Sensor Fusion for Improved Localization in Autonomous Underwater Vehicle
The ocean has long been a vital resource for humankind, providing essential natural resources such as renewable energy, marine minerals, and seafood. However, marine ecosystems are increasingly threatened by global warming and pollution, which require extensive studies to monitor and mitigate these effects. Additionally, ocean research aids scientists in understanding the Earth's ecosystem and enhances their ability to predict and respond to natural hazards such as earthquakes and tsunamis. Despite its significance, oceanographic research has received comparatively less attention than land and aerial studies due to the challenges associated with accessing and mapping aquatic ecosystems. Therefore, developing efficient ocean survey methods that enable rapid and comprehensive exploration of marine environments is crucial.
Traditional ocean surveys conducted by human divers are time-consuming, costly, and inherently hazardous due to unpredictable underwater conditions and the presence of venomous marine life. Autonomous Underwater Vehicles (AUVs) present a viable alternative, offering a robotic platform equipped with power systems and onboard processing units capable of navigating unknown underwater environments without human intervention. AUVs have been successfully deployed for large-scale ocean surveys, such as mapping the Great Barrier Reef to assess reef health and marine biodiversity. However, navigating complex and unstructured environments, such as coral reef systems, requires precise self-localization to avoid obstacles and ensure efficient mission execution. Unlike terrestrial autonomous systems, which rely on the Global Positioning System (GPS), AUVs must depend on onboard sensors for localization, as electromagnetic signals are heavily attenuated underwater.
Different types of sensors provide complementary information, but relying on a single sensor often results in significant localization errors due to noise and environmental disturbances. Sensor fusion techniques integrate data from multiple sources to mitigate noise and enhance localization accuracy. A well-designed fusion algorithm is essential to effectively combine sensor data and optimize the AUV’s self-localization performance. Additionally, the dynamic and unpredictable nature of underwater environments poses significant challenges in developing and training localization algorithms. Conducting field tests is often dangerous, resource-intensive, and impractical for large-scale experimentation.
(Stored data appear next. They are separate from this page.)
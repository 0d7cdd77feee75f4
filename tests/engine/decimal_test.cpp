// decimal.h: a double is the decimal that it prints to at 15 significant digits.
#include "decimal.h"

#include <gtest/gtest.h>

#include <cmath>
#include <limits>

namespace rankstead {
namespace {

TEST(DecimalFromDouble, is_what_the_number_prints_to_at_fifteen_digits) {
    EXPECT_EQ(Decimal::from_double(0.1), (Decimal{1, -1}));
    EXPECT_EQ(Decimal::from_double(12.5), (Decimal{125, -1}));
    EXPECT_EQ(Decimal::from_double(-0.000123), (Decimal{-123, -6}));
    EXPECT_EQ(Decimal::from_double(6.02214076e23), (Decimal{602214076, 15}));
}

// 0.1 + 0.2 is 0.3000000000000000444 in binary (IEEE 754).
TEST(DecimalFromDouble, forgets_the_binary_rounding_of_a_sum) {
    ASSERT_NE(0.1 + 0.2, 0.3);
    EXPECT_EQ(Decimal::from_double(0.1 + 0.2), Decimal::from_double(0.3));
    EXPECT_EQ(Decimal::from_double(0.3 - 0.1), Decimal::from_double(0.9 - 0.7));
}

TEST(DecimalFromDouble, keeps_what_differs_in_the_fifteenth_digit) {
    EXPECT_NE(Decimal::from_double(1.00000000000001), Decimal::from_double(1.00000000000002));
    EXPECT_EQ(Decimal::from_double(1.0000000000000002), Decimal::from_double(1.0));
}

TEST(DecimalFromDouble, takes_minus_zero_for_zero) {
    EXPECT_EQ(Decimal::from_double(-0.0), Decimal{});
    EXPECT_FALSE(std::signbit(Decimal::from_double(-0.0).to_double()));
}

TEST(DecimalFromDouble, has_no_trailing_zeros) {
    EXPECT_EQ(Decimal::from_double(1000), (Decimal{1, 3}));
    EXPECT_EQ(Decimal::from_double(0.50), (Decimal{5, -1}));
}

TEST(DecimalFromDouble, holds_the_ends_of_the_range) {
    const double largest = std::numeric_limits<double>::max(); // 1.7976931348623157e308
    EXPECT_EQ(Decimal::from_double(1e308), (Decimal{1, 308}));
    EXPECT_EQ(Decimal::from_double(largest), (Decimal{179769313486232, 294}));
    // The smallest double is 4.94065645841246544e-324.
    EXPECT_EQ(Decimal::from_double(5e-324), (Decimal{494065645841247, -338}));
}

// Whole tenths, hundredths ... of every size: the short cut and the printed digits must agree.
TEST(DecimalFromDouble, agrees_with_the_decimal_a_number_was_written_as) {
    for (std::int64_t coefficient = 1; coefficient < 1'000'000; coefficient += 977) {
        for (std::int32_t exponent = -12; exponent <= 2; ++exponent) {
            const double written = nearest_double(std::to_string(coefficient), exponent);
            const Decimal read = Decimal::from_double(written);
            Decimal expected{coefficient, exponent};
            while (expected.coefficient % 10 == 0) {
                expected = {expected.coefficient / 10, expected.exponent + 1};
            }
            ASSERT_EQ(read, expected) << coefficient << "e" << exponent;
        }
    }
}

TEST(DecimalToDouble, gives_back_every_double_of_fifteen_digits) {
    for (const double value : {0.1, -2.5, 1e-300, 1e300, 123456789012345.0, 0.000271828182845905, 5e-324}) {
        EXPECT_EQ(Decimal::from_double(value).to_double(), value);
    }
}

TEST(DecimalFromText, reads_plain_and_scientific_numbers) {
    EXPECT_EQ(Decimal::from_text("12"), (Decimal{12, 0}));
    EXPECT_EQ(Decimal::from_text("-3.5"), (Decimal{-35, -1}));
    EXPECT_EQ(Decimal::from_text("+1e-3"), (Decimal{1, -3}));
    EXPECT_EQ(Decimal::from_text(".5"), (Decimal{5, -1}));
    EXPECT_EQ(Decimal::from_text("5."), (Decimal{5, 0}));
}

TEST(DecimalFromText, ignores_spaces_around) {
    EXPECT_EQ(Decimal::from_text("\t 7 \xC2\xA0"), (Decimal{7, 0}));
}

TEST(DecimalFromText, takes_the_decimal_sign_it_is_given_and_no_other) {
    EXPECT_EQ(Decimal::from_text("3,5", ','), (Decimal{35, -1}));
    EXPECT_FALSE(Decimal::from_text("3.5", ','));
    EXPECT_FALSE(Decimal::from_text("3,5", '.'));
    EXPECT_FALSE(Decimal::from_text("1,024", '.'));
}

TEST(DecimalFromText, refuses_everything_else) {
    for (const char* words :
         {"", " ", ".", "-", "e5", "1e", "1e+", "1.2.3", "1 2", "0x10", "inf", "nan", "1e999", "--1", "<0.5", "5 mg"}) {
        EXPECT_FALSE(Decimal::from_text(words)) << words;
    }
}

TEST(DecimalToText, is_the_shortest_with_a_point) {
    EXPECT_EQ((Decimal{95, -2}).to_text(), "0.95");
    EXPECT_EQ((Decimal{-12, 0}).to_text(), "-12");
    EXPECT_EQ((Decimal{}).to_text(), "0");
    EXPECT_EQ((Decimal{1, 300}).to_text(), "1e+300");
}

TEST(DigitCount, counts_decimal_digits) {
    EXPECT_EQ(digit_count(0), 1);
    EXPECT_EQ(digit_count(9), 1);
    EXPECT_EQ(digit_count(-10), 2);
    EXPECT_EQ(digit_count(999999999999999), 15);
}

TEST(NearestDouble, rounds_once) {
    EXPECT_EQ(nearest_double("3", -1), 0.3);
    // 2^53 + 1 lies midway between two doubles; ties go to the even one (IEEE 754).
    EXPECT_EQ(nearest_double("9007199254740993", 0), 9007199254740992.0);
    EXPECT_EQ(nearest_double("90071992547409930000001", -7), 9007199254740994.0);
}

TEST(NearestDouble, beyond_the_range_is_infinite_and_never_zero) {
    EXPECT_EQ(nearest_double("2", 308), std::numeric_limits<double>::infinity());
    EXPECT_EQ(nearest_double("-2", 308), -std::numeric_limits<double>::infinity());
}

TEST(NearestDouble, below_the_range_is_zero) {
    EXPECT_EQ(nearest_double("1", -400), 0.0);
}

TEST(ShortestText, reads_back_as_the_same_double) {
    EXPECT_EQ(shortest_text(0.1), "0.1");
    EXPECT_EQ(shortest_text(-0.0), "0");
    EXPECT_EQ(shortest_text(0.1 + 0.2), "0.30000000000000004");
}

TEST(Trimmed, takes_off_every_kind_of_space_at_both_ends) {
    EXPECT_EQ(trimmed(" \t\r\na b\xC2\xA0 \xC2\xA0"), "a b");
    EXPECT_EQ(trimmed(" \xC2\xA0\t"), "");
    EXPECT_EQ(trimmed(""), "");
}

} // namespace
} // namespace rankstead
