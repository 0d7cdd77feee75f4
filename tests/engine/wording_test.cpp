// wording.h: numbers and findings in words.
#include "wording.h"

#include "data.h"
#include "outcome.h"
#include "version.h"

#include <gtest/gtest.h>

namespace rankstead {
namespace {

const NumberWriter with_point(DecimalSign::point);
const NumberWriter with_comma(DecimalSign::comma);

TEST(WriteP, gives_two_decimals_above_0_01) {
    EXPECT_EQ(with_point.p(0.5), "= 0.50");
    EXPECT_EQ(with_point.p(0.034), "= 0.03");
    EXPECT_EQ(with_point.p(0.011), "= 0.01");
    EXPECT_EQ(with_point.p(1), "= 1.00");
}

TEST(WriteP, gives_three_decimals_from_0_001_to_0_01) {
    EXPECT_EQ(with_point.p(0.01), "= 0.010");
    EXPECT_EQ(with_point.p(0.0042), "= 0.004");
    EXPECT_EQ(with_point.p(0.001), "= 0.001");
}

TEST(WriteP, gives_a_bound_below_0_001) {
    EXPECT_EQ(with_point.p(0.000999), "< 0.001");
    EXPECT_EQ(with_point.p(1e-300), "< 0.001");
}

TEST(WriteP, gives_more_digits_where_rounding_would_cross_0_05) {
    EXPECT_EQ(with_point.p(0.0451), "= 0.045");
    EXPECT_EQ(with_point.p(0.0496), "= 0.0496");
    EXPECT_EQ(with_point.p(0.049996), "= 0.049996");
    EXPECT_EQ(with_point.p(0.0541), "= 0.054");
    EXPECT_EQ(with_point.p(0.0503), "= 0.0503");
    EXPECT_EQ(with_point.p(0.0449), "= 0.04");
    EXPECT_EQ(with_point.p(0.0551), "= 0.06");
}

TEST(WriteP, shows_0_05_itself_as_it_is) {
    EXPECT_EQ(with_point.p(0.05), "= 0.05");
}

TEST(WriteP, uses_the_decimal_sign_asked_for) {
    EXPECT_EQ(with_comma.p(0.034), "= 0,03");
    EXPECT_EQ(with_comma.p(0.0001), "< 0,001");
}

TEST(WriteNumber, gives_up_to_six_significant_digits) {
    EXPECT_EQ(with_point.number(12.5), "12.5");
    EXPECT_EQ(with_point.number(1.0 / 3), "0.333333");
    EXPECT_EQ(with_point.number(-0.00012345678), "−0.000123457");
    EXPECT_EQ(with_point.number(2.50), "2.5");
}

TEST(WriteNumber, keeps_the_whole_part_in_full) {
    EXPECT_EQ(with_point.number(1234567), "1234567");
    EXPECT_EQ(with_point.number(1234567.8), "1234568");
    EXPECT_EQ(with_point.number(100), "100");
}

TEST(WriteNumber, has_no_minus_zero) {
    EXPECT_EQ(with_point.number(-0.0), "0");
}

TEST(WriteNumber, is_scientific_at_the_extremes) {
    EXPECT_EQ(with_point.number(1e300), "1e+300");
    EXPECT_EQ(with_point.number(-2.5e-7), "−2.5e-07");
}

TEST(WriteNumber, uses_the_decimal_sign_asked_for) {
    EXPECT_EQ(with_comma.number(12.5), "12,5");
}

TEST(WriteCount, groups_digits_by_three) {
    EXPECT_EQ(with_point.count(0), "0");
    EXPECT_EQ(with_point.count(999), "999");
    EXPECT_EQ(with_point.count(1024), "1,024");
    EXPECT_EQ(with_point.count(1234567890), "1,234,567,890");
    EXPECT_EQ(with_comma.count(1024), "1.024");
}

TEST(WritePercent, gives_up_to_two_decimals) {
    EXPECT_EQ(with_point.percent(0.95), "95%");
    EXPECT_EQ(with_point.percent(0.9375), "93.75%");
    EXPECT_EQ(with_point.percent(0.9999), "99.99%");
    EXPECT_EQ(with_comma.percent(0.9375), "93,75%");
}

// n = 6, all above: two-sided p = 2/64 = 0.03125; the limits are the extreme Walsh averages (Hollander & Wolfe 1999).
TEST(Sentence, of_pairs) {
    EXPECT_EQ(sentence(test::changes({1, 2, 3, 4, 5, 6})),
              "after against before in 6 pairs: the estimated change, after minus before, is 3.5 (95% confidence "
              "interval 1 to 6); p = 0.03, two-sided exact signed rank test.");
}

TEST(Sentence, of_single) {
    EXPECT_EQ(
        sentence(test::single({11, 12, 13, 14, 15, 16}, 10, "unit=min; first name=Waits")),
        "Waits (n = 6) against the reference 10 min: the estimated centre is 13.5 min (95% confidence interval 11 "
        "to 16); p = 0.03, two-sided exact signed rank test.");
}

// 4 v 4 separated: p = 2/70 = 0.0286; of the differences 1 to 7 the middle is 4, and the limits the extremes.
TEST(Sentence, of_groups) {
    EXPECT_EQ(sentence(test::groups({5, 6, 7, 8}, {1, 2, 3, 4}, "first name=New; second name=Old")),
              "New (n = 4) against Old (n = 4): the estimated shift, New minus Old, is 4 (95% confidence interval 1 to "
              "7); p = 0.03, two-sided exact rank sum test.");
}

// One-sided at 95%, 5 above of 5: the lower limit is the lowest value, since 1/32 <= 0.05 < 6/32 for the next.
TEST(Sentence, one_sided_higher_has_a_lower_limit) {
    EXPECT_EQ(sentence(test::changes({1, 2, 3, 4, 5}, "side=higher; test=sign")),
              "after against before in 5 pairs: the estimated change, after minus before, is 3 (95% confidence limit: "
              "at least 1); p = 0.03, one-sided (higher) exact sign test.");
}

TEST(Sentence, one_sided_lower_has_an_upper_limit) {
    EXPECT_EQ(sentence(test::changes({-1, -2, -3, -4, -5}, "side=lower; test=sign")),
              "after against before in 5 pairs: the estimated change, after minus before, is −3 (95% confidence limit: "
              "at most −1); p = 0.03, one-sided (lower) exact sign test.");
}

TEST(Sentence, says_when_no_interval_exists) {
    const std::string words = sentence(test::groups({3}, {1}));
    EXPECT_NE(words.find("(no 95% confidence interval exists with so few values)"), std::string::npos) << words;
}

TEST(Sentence, names_the_margin) {
    const std::string words = sentence(test::groups({5, 6, 7, 8}, {1, 2, 3, 4}, "margin=-2.5; unit=cm"));
    EXPECT_NE(words.find("rank sum test, against a margin of −2.5 cm."), std::string::npos) << words;
}

TEST(Sentence, says_that_p_is_approximate) {
    const std::string words = sentence(test::groups({5, 6, 7, 8}, {1, 2, 3, 4}, "method=approximate"));
    EXPECT_NE(words.find("two-sided approximate rank sum test."), std::string::npos) << words;
}

TEST(Sentence, of_one_pair_is_in_the_singular) {
    EXPECT_NE(sentence(test::changes({1})).find(" in 1 pair: "), std::string::npos);
}

TEST(Sentence, uses_the_decimal_sign_asked_for) {
    const std::string words = sentence(test::changes({1, 2, 3, 4, 5, 6}, "decimal sign=comma"));
    EXPECT_NE(words.find("is 3,5 (95% confidence interval 1 to 6); p = 0,03,"), std::string::npos) << words;
}

TEST(LawWords, name_how_the_law_was_found) {
    Outcome outcome = test::groups({1, 3}, {2, 4});
    EXPECT_EQ(law_words(outcome), ", by counting arrangements");
    outcome.law = LawKind::summed;
    EXPECT_EQ(law_words(outcome), ", by dynamic programming");
    outcome.law = LawKind::closed;
    EXPECT_EQ(law_words(outcome), ", by inversion of the closed characteristic function");
    outcome.law = LawKind::inverted;
    EXPECT_EQ(law_words(outcome), ", by inversion of the characteristic function");
    outcome.law = LawKind::binomial;
    EXPECT_EQ(law_words(outcome), ", by the binomial law");
    outcome.law = LawKind::normal;
    EXPECT_EQ(law_words(outcome), "");
}

TEST(MethodWords, name_the_saddlepoint_approximation) {
    Outcome outcome = test::groups({1, 3}, {2, 4});
    outcome.exact = false;
    outcome.law = LawKind::saddlepoint;
    EXPECT_EQ(method_words(outcome), "saddlepoint approximation with lattice correction");
}

TEST(MethodWords, of_an_exact_p) {
    EXPECT_EQ(method_words(test::groups({1, 3}, {2, 4})), "exact");
    EXPECT_EQ(method_words(test::groups({1, 3}, {3, 4})), "exact, conditional on the ties");
}

TEST(MethodWords, name_what_became_of_zeros) {
    EXPECT_EQ(method_words(test::changes({0, 1, 2})), "exact, zeros dropped before ranking (Wilcoxon 1945)");
    EXPECT_EQ(method_words(test::changes({0, 1, 2}, "zeros=pratt")),
              "exact, zeros ranked and then set aside (Pratt 1959)");
    EXPECT_EQ(method_words(test::changes({0, 1, 1}, "test=sign")), "exact, zeros set aside");
}

TEST(MethodWords, of_an_approximate_p) {
    EXPECT_EQ(method_words(test::groups({1, 3}, {2, 4}, "method=approximate")),
              "normal approximation, tie-corrected, with continuity correction");
}

TEST(MethodsSentence, names_test_interval_estimate_and_version) {
    EXPECT_EQ(
        methods_sentence(test::groups({1, 3}, {2, 4})),
        "The two groups were compared by the Wilcoxon-Mann-Whitney rank sum test (two-sided; exact); the shift is "
        "the Hodges-Lehmann estimate with a 95% confidence interval found by inverting the same test (Rankstead " +
            std::string(version) + ").");
    EXPECT_EQ(methods_sentence(test::single({1, 3}, 0, "test=sign; side=higher; interval=table; level=0.9")),
              "Values were compared with the reference by the sign test (one-sided; exact); the centre is the median "
              "with a 90% confidence interval of classical order statistics (Rankstead " +
                  std::string(version) + ").");
    EXPECT_NE(methods_sentence(test::changes({1, 3}))
                  .find("Paired measurements were compared by the Wilcoxon signed "
                        "rank test (two-sided; exact); the change is the "
                        "Hodges-Lehmann estimate"),
              std::string::npos);
}

TEST(LedgerWords, account_for_every_cell_of_every_argument) {
    Outcome outcome = test::groups({1, 3}, {2, 4});
    outcome.ledgers[1].seen = 9;
    outcome.ledgers[1].blank = 3;
    outcome.ledgers[1].heading = 1;
    outcome.ledgers[1].missing_words = 2;
    outcome.ledgers[1].unpaired = 1;
    EXPECT_EQ(ledger_words(outcome),
              "first: 2 seen = 2 used + 0 blank + 0 text + 0 censored + 0 unpaired; second: 9 seen = 2 used + 3 blank "
              "+ 3 text + 0 censored + 1 unpaired (text: 1 heading, 2 missing)");
}

TEST(Caution, says_what_the_results_are_not_for) {
    EXPECT_NE(caution_line().find("not for the diagnosis, monitoring or treatment of a person"),
              std::string_view::npos);
    EXPECT_NE(caution().find("A large p is not evidence of no difference."), std::string_view::npos);
}

} // namespace
} // namespace rankstead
To address these challenges, high-fidelity underwater simulation frameworks are essential for creating realistic virtual testing environments. These simulation frameworks accurately model AUV dynamics, sensor behavior, and provide realistic rendering of underwater environment, enabling safe and cost-effective underwater self-localization algorithm development. In this research, we introduce an underwater simulation framework designed for evaluating AUV self-localization algorithms, incorporating a noise modeling structure to simulate various sensor uncertainties. We then investigate the impact of sensor fusion techniques on localization accuracy and systematically compare different fusion algorithms to identify the most effective approach. Our research evaluates four localization algorithms for AUVs—IMU-only, stereo camera, LiDAR-only, and LiDAR-IMU—within a realistic underwater simulation across three mission types: lawnmower, loop-closure, and adaptive path. Results show that LiDAR-only localization performs best in feature-rich environments for short-term missions, while LiDAR-IMU excels in long-term or feature-sparse scenarios. Stereo localization offers a budget-friendly alternative with acceptable accuracy in feature-rich areas. A key limitation is computational constraints due to limited GPU power, restricting simulation realism and runtime to 120 seconds. Future research should develop more realistic noise models and refine AUV hydrodynamics to better capture real-world conditions.